The back of the book said it was a novel that "addresses the theme of nuclear destruction in a way that is poignant and unforgettable..." I'd never read Gee before, but had thought she wrote science fiction or speculative fiction, and so thought the book might be about survival after nuclear holocaust, or perhaps the effects of Nagasaki and Hiroshima or something similar.

Instead I was treated to 4 generations (yes 4) of dysfunctional family (on both sides). I stopped reading carefully about half-way through, and skimmed the second half, but I don't think it got better.

So on the one hand, it wasn't what I was expecting--but is it a worthy book?

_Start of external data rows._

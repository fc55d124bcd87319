"""Modulus → crosslink density, as a table of stated assumptions (never one bare number).

    >>> from network_models.crosslinks import from_modulus, from_fit
    >>> t = from_modulus(0.55e6, "G", polymer="NR", T=296.15)     # or kind "E", "M100", "M300", "2C1"
    >>> for row in t.rows: print(row.label, row.nu, row.junction_density, row.Mc)
    >>> t = from_fit(fit_result, polymer="NR")                      # intervals from the fit

Relations (docs/methods.md §models and §network; R from scipy.constants):

* affine network: G = νRT;   phantom network: G = (1 − 2/f)νRT;   junction density μ_j = 2ν/f;
* M_c = ρ/ν;   Kuhn segments per strand N = M_c/M_K (M_K from the polymer table);
* E = 3G (incompressible, small strain);
* M100 / M300 (nominal stress at 100 % / 300 % elongation, i.e. λ = 2 / λ = 4) are inverted with the
  neo-Hookean (affine) relation P = G(λ − λ⁻²): G = M100/1.75, G = M300/3.9375.  These are secant values:
  real compounds are not neo-Hookean at 300 %, so treat them as rough;
* entanglement share removed: G_c = G − G_e with G_e from the fit when the model separates it (tube G_e,
  Mooney 2C₂ ≥ 0) or else the polymer's plateau modulus G_N⁰ scaled with absolute temperature — an
  **upper bound** on the entanglement part (only trapped entanglements count), so those rows are lower
  bounds on ν; with a known sol fraction w_s the trapped part G_N⁰·T_e (Langley; Dossin & Graessley, see
  :mod:`network_models.entanglement`) gives the "trapped entanglements" rows;
* filler removed: G_gum = G/(1 + 2.5φ + 14.1φ²) (Guth & Gold 1938 [memory]); a fitted Kuhn number of a
  filled compound is the amplified one, the gum's is N = 1 + X(N_fit − 1) (amplified first invariant);
* ν is always the elastically active strand density, except in the dangling-end row, which gives the
  **chemical (total)** strand density ν_chem = ν + 2ρ/M_n (Flory [memory]) and says so.

Each row says what it assumes.  Intervals: the modulus interval of the input is mapped through each
(monotone) relation; for a fit the small-strain modulus interval comes from the fit covariance (delta
method, Student t).
"""

from __future__ import annotations

import math
from dataclasses import dataclass, field
from typing import TYPE_CHECKING, Any

from .constants import LAB_TEMPERATURE, R, celsius
from .entanglement import UPPER_BOUND_NOTE, entanglement_share, trapping_factor
from .fitting.uncertainty import derived
from .materials import temperature_notices
from .network import get_polymer, guth_gold

if TYPE_CHECKING:
    import pandas as pd

__all__ = ["KINDS", "CrosslinkRow", "CrosslinkTable", "crosslink_table", "from_fit", "from_modulus",
           "shear_modulus_from"]

#: stretch at which the trade "moduli" are read
_TRADE_STRETCH = {"M100": 2.0, "M300": 4.0}
KINDS = ("G", "E", "M100", "M300", "2C1")


def shear_modulus_from(value: float, kind: str = "G") -> float:
    """Small-strain shear modulus G (Pa) from G, E (E = 3G), M100 or M300 (neo-Hookean inversion) or 2C1."""
    k = str(kind).strip().upper()
    if k not in KINDS:
        raise ValueError(f"unknown modulus kind {kind!r}; use one of {', '.join(KINDS)}")
    if not (isinstance(value, (int, float)) and math.isfinite(value) and value > 0):
        raise ValueError(f"the modulus must be a positive number; got {value!r}")
    if k == "E":
        return value / 3.0
    if k in _TRADE_STRETCH:
        lam = _TRADE_STRETCH[k]
        return value / (lam - lam**-2)
    return float(value)
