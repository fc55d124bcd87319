# Two commands do all set-up on a fresh machine: `make run` and `make test`.
PYTHON ?= python3
VENV := .venv
PY := $(VENV)/bin/python
STAMP := $(VENV)/.installed

.PHONY: run test lint bench bench-quick samples wheel-smoke clean

$(STAMP): pyproject.toml
	$(PYTHON) -m venv $(VENV)
	$(PY) -m pip install --quiet --upgrade pip
	$(PY) -m pip install --quiet -e '.[dev]'
	touch $(STAMP)

run: $(STAMP)
	$(VENV)/bin/netstretch serve --address localhost --port 5006

test: $(STAMP)
	$(PY) -m ruff check .
	$(PY) -m mypy
	$(PY) -m pytest -q

lint: $(STAMP)
	$(PY) -m ruff check .
	$(PY) -m mypy

bench: $(STAMP)
	$(PY) -m benchmarks

bench-quick: $(STAMP)
	$(PY) -m benchmarks --quick --json

samples: $(STAMP)
	$(PY) sample_sets/make_samples.py

# build the wheel, install it in a fresh venv outside the checkout and use it there (CI runs this too)
wheel-smoke: $(STAMP)
	bash .ci/wheel_smoke.sh $(abspath $(PY))

clean:
	rm -rf $(VENV) build dist *.egg-info .pytest_cache .ruff_cache
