"""Schema diff rules: one small function per JSON Schema keyword family, registered in :data:`SCHEMA_RULES`.

Each rule gets the old and the new subschema at one place (``$ref`` already inlined, booleans turned
into objects) and yields :class:`~feeler.diff.model.SchemaEdit` objects saying how the keyword edit moves
the set of accepted instances: NARROWS (fewer accepted), WIDENS (more accepted), CHANGES (neither) or
NEUTRAL (annotation only). The engine applies the direction — inputs are contravariant (narrowing breaks
old callers), outputs covariant (widening breaks old readers) — and looks for a witness with the rule's
``candidates(kit, accepting, rejecting)``.

Section numbers refer to JSON Schema 2020-12 Validation (draft-bhutton-json-schema-validation-01) and
Core (draft-bhutton-json-schema-01).
"""

from __future__ import annotations

import math
from collections.abc import Callable, Iterator, Mapping
from typing import Any

from feeler.diff.model import Effect, SchemaEdit
from feeler.diff.witness import ANNOTATION_KEYWORDS, Kit, NoInstance, pattern_draws

__all__ = ["SCHEMA_RULES", "RULE_KEYWORDS", "Rule", "schema_rule", "HANDLED_KEYWORDS"]

Schema = Mapping[str, Any]
Rule = Callable[[Schema, Schema], Iterator[SchemaEdit]]

#: name -> rule; filled by :func:`schema_rule`, in evaluation order.
SCHEMA_RULES: dict[str, Rule] = {}
#: Keywords some rule (or the engine's recursion) looks at; the ``unknown-keyword`` rule covers the rest.
HANDLED_KEYWORDS: set[str] = set()
#: name -> the keywords it guards; a witness must fail the new schema on one of these (or a combinator).
RULE_KEYWORDS: dict[str, frozenset[str]] = {}


def schema_rule(name: str, *keywords: str) -> Callable[[Rule], Rule]:
    """Register a rule under *name*, guarding *keywords*; rules must have a docstring (checked here)."""

    def register(func: Rule) -> Rule:
        if not (func.__doc__ or "").strip():
            raise TypeError(f"schema rule {name!r} ({func.__qualname__}) needs a docstring saying what it guards")
        if name in SCHEMA_RULES:
            raise ValueError(f"schema rule {name!r} is registered twice")
        SCHEMA_RULES[name] = func
        HANDLED_KEYWORDS.update(keywords)
        RULE_KEYWORDS[name] = frozenset(keywords)
        return func

    return register


# -- candidate helpers ---------------------------------------------------------------------------
def _safe(gen: Callable[[], Iterator[Any]]) -> Iterator[Any]:
    try:
        yield from gen()
    except (NoInstance, KeyError, RecursionError, ValueError, TypeError):
        return


def _with(kit: Kit, a: Schema, **override: Any) -> Iterator[Any]:
    """Minimal and full instances of *a* with *override* keywords applied (then validated by the engine)."""
    sub = {**a, **override}

    def gen() -> Iterator[Any]:
        yield kit.minimal(sub)
        yield kit.full(sub)

    yield from _safe(gen)


def _numbers_near(*points: Any) -> Iterator[Any]:
    for p in points:
        if isinstance(p, (int, float)) and not isinstance(p, bool) and math.isfinite(p):
            for d in (0, 1, -1, 0.5, -0.5, 0.001, -0.001, 2, -2, 10, -10):
                v = p + d
                yield int(v) if float(v).is_integer() else v


def _types(schema: Schema) -> set[str] | None:
    t = schema.get("type")
    if t is None:
        return None
    out = {t} if isinstance(t, str) else set(t)
    return out


def _covers(types: set[str] | None, t: str) -> bool:
    return types is None or t in types or (t == "integer" and "number" in types)


# -- rules --------------------------------------------------------------------------------------
@schema_rule("type", "type")
def type_(old: Schema, new: Schema) -> Iterator[SchemaEdit]:
    """``type`` (Validation 6.1.1): a type no longer allowed narrows; a type newly allowed widens."""
    to, tn = _types(old), _types(new)
    if to == tn:
        return
    lost = sorted(t for t in (to or {"null", "boolean", "number", "string", "array", "object"}) if not _covers(tn, t))
    gained = sorted(t for t in (tn or {"null", "boolean", "number", "string", "array", "object"}) if not _covers(to, t))
    # integer -> number gains the non-integer numbers; number -> integer loses them.
    if to and tn and "number" in to and "number" not in tn and "integer" in tn:
        lost.append("number (non-integer)")
    if to and tn and "number" in tn and "number" not in to and "integer" in to:
        gained.append("number (non-integer)")

    def cands(kit: Kit, a: Schema, b: Schema) -> Iterator[Any]:
        ta, tb = _types(a), _types(b)
        for t in sorted(ta or {"null", "boolean", "number", "string", "array", "object"}):
            if not _covers(tb, t):
                yield from _with(kit, a, type=t)
        if "number" in (ta or {"number"}) and "number" not in (tb or {"number"}):
            low = _lower(a)
            start = low[0] if low else 0
            yield from (start + 0.5, start + 1.5, 0.5)

    desc = f"type {sorted(to) if to else 'any'} -> {sorted(tn) if tn else 'any'}"
    if lost and gained:
        yield SchemaEdit(Effect.CHANGES, f"{desc}: {', '.join(lost)} no longer allowed, {', '.join(gained)} now allowed",
                      cands, "type")
    elif lost:
        yield SchemaEdit(Effect.NARROWS, f"{desc}: {', '.join(lost)} no longer allowed", cands, "type")
    elif gained:
        yield SchemaEdit(Effect.WIDENS, f"{desc}: {', '.join(gained)} now allowed", cands, "type")


@schema_rule("enum", "enum")
def enum(old: Schema, new: Schema) -> Iterator[SchemaEdit]:
    """``enum`` (Validation 6.1.2): members removed narrow, members added widen, enum added/removed likewise."""
    eo, en = old.get("enum"), new.get("enum")
    if eo == en:
        return

    def cands(kit: Kit, a: Schema, b: Schema) -> Iterator[Any]:
        ea, eb = a.get("enum"), b.get("enum")
        if isinstance(ea, list):
            yield from (m for m in ea if not isinstance(eb, list) or m not in eb)
        else:
            yield from _with(kit, a)
            yield from kit.draws(a, 10)

    if isinstance(eo, list) and isinstance(en, list):
        removed = [m for m in eo if m not in en]
        added = [m for m in en if m not in eo]
        if removed and added:
            yield SchemaEdit(Effect.CHANGES, f"enum members removed {removed!r}, added {added!r}", cands, "enum")
        elif removed:
            yield SchemaEdit(Effect.NARROWS, f"enum members removed: {removed!r}", cands, "enum")
        elif added:
            yield SchemaEdit(Effect.WIDENS, f"enum members added: {added!r}", cands, "enum")
    elif isinstance(en, list):
        yield SchemaEdit(Effect.NARROWS, f"enum {en!r} added", cands, "enum")
    else:
        yield SchemaEdit(Effect.WIDENS, f"enum {eo!r} removed", cands, "enum")
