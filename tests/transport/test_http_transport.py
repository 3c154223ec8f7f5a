"""StreamableHTTPTransport against real MCP servers (official SDK, uvicorn on 127.0.0.1).

Servers come from ``conftest.py`` (one subprocess per mode, shared by this module). Messages are raw
JSON-RPC text written here: the transport moves text, so the tests decide every byte and header.
"""

from __future__ import annotations

import json
import time

import httpx2
import pytest

from feeler.errors import ConnectError, RequestTimeout, ResponseTooLarge, UsageError
from feeler.transport.base import Inbound
from feeler.transport.http import StreamableHTTPTransport

INITIALIZE = (
    '{"jsonrpc":"2.0","id":1,"method":"initialize","params":{"protocolVersion":"2025-11-25",'
    '"capabilities":{},"clientInfo":{"name":"transport-tests","version":"0.0.1"}}}'
)
INITIALIZED = '{"jsonrpc":"2.0","method":"notifications/initialized"}'
TOOLS_LIST = '{"jsonrpc":"2.0","id":2,"method":"tools/list"}'
V2025 = {"MCP-Protocol-Version": "2025-11-25"}
MODERN_META = (
    '"_meta":{"io.modelcontextprotocol/protocolVersion":"2026-07-28",'
    '"io.modelcontextprotocol/clientInfo":{"name":"transport-tests","version":"0.0.1"},'
    '"io.modelcontextprotocol/clientCapabilities":{}}'
)
DISCOVER = '{"jsonrpc":"2.0","id":"discover-1","method":"server/discover","params":{' + MODERN_META + "}}"
MODERN_HEADERS = {"MCP-Protocol-Version": "2026-07-28", "Mcp-Method": "server/discover"}


def call(request_id: int, tool: str, arguments: dict) -> str:
    return json.dumps({"jsonrpc": "2.0", "id": request_id, "method": "tools/call",
                       "params": {"name": tool, "arguments": arguments}})


def body(inbound: Inbound) -> dict:
    value = json.loads(inbound.text)
    assert isinstance(value, dict)
    return value
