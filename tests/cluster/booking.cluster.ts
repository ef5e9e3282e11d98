/**
 * Six clients pay deposits at once for the last stock of one package; the payment service's
 * webhooks reach both processes through the proxy. Exactly one hire is booked, the other five
 * are flagged with their payment kept: no double booking across processes.
 */
import { describe, expect, it } from 'vitest';
import { payOnHostedPage, CARD_SUCCEEDS } from '../fakes/stripe/testing';
import { useTestDatabase } from '../helpers/db';
import { makeContactUser, makeStockedPackage } from '../helpers/inventory';
import { BookingLine, Quote } from '../../src/lib/server/db/models';
import { bumpStamp } from '../../src/lib/server/cache-stamps';
import { call, eventually, PROCESS_A, PROCESS_B, PROXY, SALES, signIn } from './cluster';

useTestDatabase();

const DATE = '2035-06-14';
const request = { targetDb: 90, weighting: 'A', distance: 10, distanceUnit: 'm', programme: 'speech', startDate: DATE, endDate: DATE };

describe('booking the last units across processes', () => {
	it('six deposits paid at once for stock that fits one hire: one booking', async () => {
		const { pkg, loudspeaker } = await makeStockedPackage({ cabinets: 2, units: 2, amplifierUnits: 6 });
		await bumpStamp('catalogue'); // written straight to the database: tell the processes
		const { client } = await makeContactUser();
		const sales = await signIn(SALES);
		const clientCookie = await signIn(client.email, 'x-password-123');

		const ids: number[] = [];
		for (let i = 0; i < 6; i++) {
			const base = i % 2 ? PROCESS_A : PROCESS_B;
			const created = await call(base, '/api/quotes', { cookie: sales, method: 'POST', body: { clientId: client.id, eventName: `Cluster race ${i}`, packageId: pkg.id, request } });
			expect(created.status, created.text).toBe(201);
			const sent = await call(base, `/api/quotes/${created.json.id}/actions`, { cookie: sales, method: 'POST', body: { action: 'send' } });
			expect(sent.status, sent.text).toBe(200);
			ids.push(created.json.id);
		}
		const hosted: string[] = [];
		for (const id of ids) {
			const accepted = await call(PROXY, `/api/quotes/${id}/actions`, { cookie: clientCookie, method: 'POST', body: { action: 'accept', acceptTerms: true } });
			expect(accepted.status, accepted.text).toBe(200);
			hosted.push((accepted.json.quote.invoices as { kind: string; hostedUrl: string }[]).find((i) => i.kind === 'deposit')!.hostedUrl);
		}
		const paid = await Promise.all(hosted.map((url) => payOnHostedPage(url, CARD_SUCCEEDS)));
		expect(paid.every((p) => p.status < 400)).toBe(true);

		await eventually('every deposit recorded', async () =>
			(await Quote.count({ where: { id: ids, status: ['confirmed', 'deposit-paid'] } })) === 6 ? true : undefined
		, 30_000);
		expect(await Quote.count({ where: { id: ids, status: 'confirmed' } })).toBe(1);
		const reserved = (await BookingLine.sum('quantity', { where: { modelType: 'loudspeaker', modelId: loudspeaker.id } })) ?? 0;
		expect(reserved).toBe(2);
	}, 90_000);
});
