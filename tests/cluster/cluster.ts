/**
 * Talking to the cluster test world: the proxy on $ORIGIN, and each app process on its own port
 * (CLUSTER_APP_PORTS) when a test must act through one process and look through the other.
 */
import { DEMO_PASSWORD } from '../helpers/demo-accounts';
export { ADMIN, DEMO_PASSWORD, SALES, WAREHOUSE } from '../helpers/demo-accounts';

export const PROXY = process.env.ORIGIN ?? 'http://127.0.0.1:3100';
export const [PROCESS_A, PROCESS_B] = (process.env.CLUSTER_APP_PORTS ?? '3150 3151')
	.split(' ')
	.map((port) => `http://127.0.0.1:${port}`);

export interface Answer {
	status: number;
	json: any;
	text: string;
	bytes: Buffer;
	/** Which app process nginx chose (the test world's proxy names it). */
	upstream: string | null;
}

export async function call(
	base: string,
	path: string,
	{ cookie, method = 'GET', body, form }: { cookie?: string; method?: string; body?: unknown; form?: FormData } = {}
): Promise<Answer> {
	const response = await fetch(`${base}${path}`, {
		method,
		redirect: 'manual',
		headers: {
			accept: 'application/json',
			// The processes check the origin against the proxy's public address, wherever they are reached.
			origin: PROXY,
			...(cookie ? { cookie } : {}),
			...(body !== undefined ? { 'content-type': 'application/json' } : {})
		},
		body: form ?? (body === undefined ? undefined : JSON.stringify(body))
	});
	const bytes = Buffer.from(await response.arrayBuffer());
	const text = bytes.toString('utf8');
	let json: unknown = null;
	try {
		json = text ? JSON.parse(text) : null;
	} catch {
		json = null;
	}
	return { status: response.status, json, text, bytes, upstream: response.headers.get('x-throwline-upstream') };
}

/** Signs in through the form action (via the proxy unless told otherwise); answers the cookie header. */
export async function signIn(email: string, password = DEMO_PASSWORD, base = PROXY): Promise<string> {
	const response = await fetch(`${base}/signin`, {
		method: 'POST',
		redirect: 'manual',
		headers: { origin: PROXY, accept: 'text/html', 'content-type': 'application/x-www-form-urlencoded' },
		body: new URLSearchParams({ email, password, redirectTo: '/' })
	});
	const cookies = response.headers.getSetCookie().map((c) => c.split(';')[0]);
	if (!cookies.some((c) => c.includes('session-token'))) throw new Error(`sign-in as ${email} failed with ${response.status}`);
	return cookies.join('; ');
}

/** Polls until `check` answers something other than undefined, or fails naming what it waited for. */
export async function eventually<T>(what: string, check: () => Promise<T | undefined>, timeoutMs = 15_000): Promise<T> {
	const deadline = Date.now() + timeoutMs;
	for (;;) {
		const value = await check();
		if (value !== undefined) return value;
		if (Date.now() > deadline) throw new Error(`${what}: not within ${timeoutMs} ms`);
		await new Promise((r) => setTimeout(r, 200));
	}
}
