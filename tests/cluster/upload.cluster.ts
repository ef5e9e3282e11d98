/** A spec sheet uploaded through one process is served, byte for byte, by the other. */
import { describe, expect, it } from 'vitest';
import { call, PROCESS_A, PROCESS_B, signIn, WAREHOUSE } from './cluster';

describe('uploads across processes', () => {
	it('stored via process A, read via process B', async () => {
		const warehouse = await signIn(WAREHOUSE);
		const models = await call(PROCESS_A, '/api/loudspeakers', { cookie: warehouse });
		expect(models.status).toBe(200);
		const modelId = (models.json as { id: number }[])[0].id;

		const bytes = Buffer.concat([Buffer.from('%PDF-1.7\n'), Buffer.from(Array.from({ length: 300_000 }, (_, i) => (i * 7) % 256))]);
		const form = new FormData();
		form.set('kind', 'spec-sheet');
		form.set('file', new Blob([bytes], { type: 'application/pdf' }), 'cluster-sheet.pdf');
		const stored = await call(PROCESS_A, `/api/loudspeakers/${modelId}/attachments`, { cookie: warehouse, method: 'POST', form });
		expect(stored.status, stored.text).toBe(201);

		const read = await call(PROCESS_B, `/api/attachments/${stored.json.id}`, { cookie: warehouse });
		expect(read.status).toBe(200);
		expect(read.bytes.equals(bytes)).toBe(true);
	});
});
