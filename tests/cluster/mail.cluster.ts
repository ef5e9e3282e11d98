/**
 * Both processes run the outbox's retry timer (every 500 ms here) over one outbox: every waiting
 * message is sent exactly once, whichever process claims it.
 */
import { randomUUID } from 'node:crypto';
import { describe, expect, it } from 'vitest';
import { listMail } from '../fakes/mailbox';
import { uniqueEmail, useTestDatabase } from '../helpers/db';
import { OutboundEmail } from '../../src/lib/server/db/models';
import { eventually } from './cluster';

useTestDatabase();

describe('one outbox, two retry timers', () => {
	it('sends each of 30 waiting messages exactly once', async () => {
		const to = uniqueEmail('cluster-mail');
		const tag = randomUUID().slice(0, 8);
		const rows = await OutboundEmail.bulkCreate(
			Array.from({ length: 30 }, (_, i) => ({ toAddress: to, subject: `cluster ${tag} #${i}`, textBody: 'Sent once.', status: 'failed' as const }))
		);
		const ids = rows.map((r) => r.id);
		await eventually('all 30 marked sent', async () =>
			(await OutboundEmail.count({ where: { id: ids, status: 'sent' } })) === 30 ? true : undefined
		);
		await new Promise((r) => setTimeout(r, 1500)); // a few more passes of both timers
		const received = (await listMail({ to })).filter((m) => m.subject.includes(tag));
		expect(received).toHaveLength(30);
		expect(new Set(received.map((m) => m.subject)).size).toBe(30);
		const sent = await OutboundEmail.findAll({ where: { id: ids } });
		expect(sent.every((r) => r.attempts === 1)).toBe(true);
		const byProcess = new Map<string, number>();
		for (const r of sent) byProcess.set(r.claimedBy!, (byProcess.get(r.claimedBy!) ?? 0) + 1);
		console.log(`[cluster] 30 messages sent once each; by process: ${[...byProcess.values()].join(' + ')}`);
	});
});
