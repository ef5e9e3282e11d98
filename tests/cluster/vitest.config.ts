import { sveltekit } from '@sveltejs/kit/vite';
import { defineConfig } from 'vitest/config';

// Tests against two app processes behind nginx (scripts/test-cluster.sh). The SvelteKit plugin lets
// them write fixtures straight into the shared database with the app's own models. Run from the
// project's folder (SvelteKit sets the root to it).
export default defineConfig({
	plugins: [sveltekit()],
	test: {
		include: ['tests/cluster/**/*.cluster.ts'],
		fileParallelism: false,
		testTimeout: 60_000,
		hookTimeout: 60_000
	}
});
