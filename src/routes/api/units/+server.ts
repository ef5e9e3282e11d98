import { json } from '@sveltejs/kit';
import { INVENTORY_EDITORS, INVENTORY_READERS } from '$lib/inventory/roles';
import { stockUnitSchema } from '$lib/schemas/inventory-units';
import { requireRole } from '$lib/server/auth/guards';
import { parseJsonBody } from '$lib/server/http';
import { orHttpError } from '$lib/server/services/errors';
import { units } from '$lib/server/services/inventory-resources';
import type { RequestHandler } from './$types';

export const GET: RequestHandler = async (event) => {
	requireRole(event, ...INVENTORY_READERS);
	return json(await units.list());
};

/** modelType (loudspeaker | amplifier) and modelId name the model the unit is one of. */
export const POST: RequestHandler = async (event) => {
	const actor = requireRole(event, ...INVENTORY_EDITORS);
	const input = await parseJsonBody(event.request, stockUnitSchema);
	return json(await orHttpError(() => units.create(input, actor.id)), { status: 201 });
};
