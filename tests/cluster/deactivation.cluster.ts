/**
 * A deactivation or a role change made through one process acts on the very next request served by
 * the other, though both had the person's row cached a moment before (change stamps in MariaDB).
 */
import { randomUUID } from 'node:crypto';
import { describe, expect, it } from 'vitest';
import { ADMIN, call, PROCESS_A, PROCESS_B, signIn } from './cluster';

async function newStaff(admin: string, role: 'sales' | 'warehouse') {
	const email = `cluster-${role}-${randomUUID().slice(0, 8)}@example.test`;
	const password = `pw-${randomUUID()}`;
	const created = await call(PROCESS_A, '/api/users', { cookie: admin, method: 'POST', body: { email, name: 'Cluster Test', role, password } });
	expect(created.status, created.text).toBe(201);
	return { id: created.json.user.id as number, cookie: await signIn(email, password) };
}

describe('user changes across processes', () => {
	it('deactivated through process A, refused by process B on the next request', async () => {
		const admin = await signIn(ADMIN);
		const person = await newStaff(admin, 'sales');
		for (const base of [PROCESS_A, PROCESS_B, PROCESS_B]) {
			expect((await call(base, '/api/quotes', { cookie: person.cookie })).status).toBe(200);
		}
		const changed = await call(PROCESS_A, `/api/users/${person.id}`, { cookie: admin, method: 'PATCH', body: { active: false } });
		expect(changed.status, changed.text).toBe(200);
		expect((await call(PROCESS_B, '/api/quotes', { cookie: person.cookie })).status).toBe(401);
		expect((await call(PROCESS_A, '/api/quotes', { cookie: person.cookie })).status).toBe(401);
	});

	it('a role taken away through process A no longer opens the door on process B', async () => {
		const admin = await signIn(ADMIN);
		const person = await newStaff(admin, 'sales');
		expect((await call(PROCESS_B, '/api/quotes', { cookie: person.cookie })).status).toBe(200);
		const changed = await call(PROCESS_A, `/api/users/${person.id}`, { cookie: admin, method: 'PATCH', body: { role: 'warehouse' } });
		expect(changed.status, changed.text).toBe(200);
		expect((await call(PROCESS_B, '/api/quotes', { cookie: person.cookie })).status).toBe(403);
	});
});
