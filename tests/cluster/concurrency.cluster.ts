/**
 * Many requests at once through the proxy: every one answered correctly, both processes serving.
 */
import { describe, expect, it } from 'vitest';
import { call, PROXY, SALES, signIn } from './cluster';

const request = { targetDb: 95, weighting: 'A', distance: 25, distanceUnit: 'm', programme: 'speech', startDate: '2035-08-02', endDate: '2035-08-03' };

describe('two processes behind the proxy', () => {
	it('answers 60 concurrent evaluations and page loads, spread over both processes', async () => {
		const sales = await signIn(SALES);
		const answers = await Promise.all(
			Array.from({ length: 60 }, (_, i) =>
				i % 3 === 0
					? call(PROXY, '/quotes', { cookie: sales })
					: call(PROXY, '/api/evaluations', { cookie: sales, method: 'POST', body: request })
			)
		);
		expect(answers.map((a) => a.status)).toEqual(answers.map(() => 200));
		const evaluations = answers.filter((_, i) => i % 3 !== 0);
		const first = JSON.stringify(evaluations[0].json.results);
		expect(evaluations.every((a) => JSON.stringify(a.json.results) === first)).toBe(true);
		expect(new Set(answers.map((a) => a.upstream)).size).toBe(2);
	});

	it('keeps one session across processes: signed in on one, known on the other', async () => {
		const sales = await signIn(SALES);
		const seen = await Promise.all(Array.from({ length: 6 }, () => call(PROXY, '/api/quotes', { cookie: sales })));
		expect(seen.every((a) => a.status === 200)).toBe(true);
		expect(new Set(seen.map((a) => a.upstream)).size).toBe(2);
	});
});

Citizen Kelly recently posted on a thread here Kurt Vonnegut's 8 rules for a good book, and this book violates at least 3 of them:

1. It does not start as close to the end as possible.

2. It does not give the reader as much information as possible as soon as possible.

3. It does not give the reader at least one character to root for.

Since Gee came highly recommended, and since I own another of her books, I will give her another chance, but I can't recommend this book to anyone.

I am currently reading Nabokov's Pale Fire (a reread--I first read it 38 years ago and loved it), Dostoevsky's The Insulted and the Injured (for the annual Dostoevsky read), and Paul Auster's New York Trilogy for my book club meeting Tuesday. I have not been in the habit of reading more than one book at a time until recently, but so far I am not finding it too confusing.

19arubabookwoman
Mrz. 13, 2009, 3:46 pm

I finished The New York Trilogy, and have become a Paul Auster fan. The three novellas constituting the trilogy are ostensibly noir detective stories, but those who like their mysteries solved may feel disappointed when they have finished the book.

In City of Glass, Quinn, a writer who drops out after the deaths of his wife and son and begins writing detective novels under a pseudonym, receives several midnight calls seeking the services of "Paul Auster" private detective. After he is unable to convince the caller that he is not Paul Auster and is not a detective, Quinn decides to assume Auster's identity and take the case.

In Ghosts, Blue, a private detective, is hired to spy on Black from a rented room across the street from Black's apartment. The only problem is, all Black seems to do is sit at his table, look out the window and write in his notebook.

In The Locked Room, Fanshaw disappears, leaving instructions to his wife that she ask the protagonist, Fanshaw's childhood friend, to review his writings and decide whether they are worthy of publication. She does so, the works are published (successfully), and the protagonist becomes involved with Fanshaw's wife. He begins living a perfect life, until he decides he must track Fanshaw down and ask him why he chose to disappear.

In each of the novellas, the detective becomes obsessed with the case he is working on to the extent that he abandons his real life, and we are left wondering what is real and what is not. Auster himself appears as an important character in one of the novellas, which ends with the narrator stating, "As for Auster, I am concerned that he behaved badly throughout. If our friendship has ended, he has only himself to blame. As for me, my thoughts remain with Quinn. He will be with me always."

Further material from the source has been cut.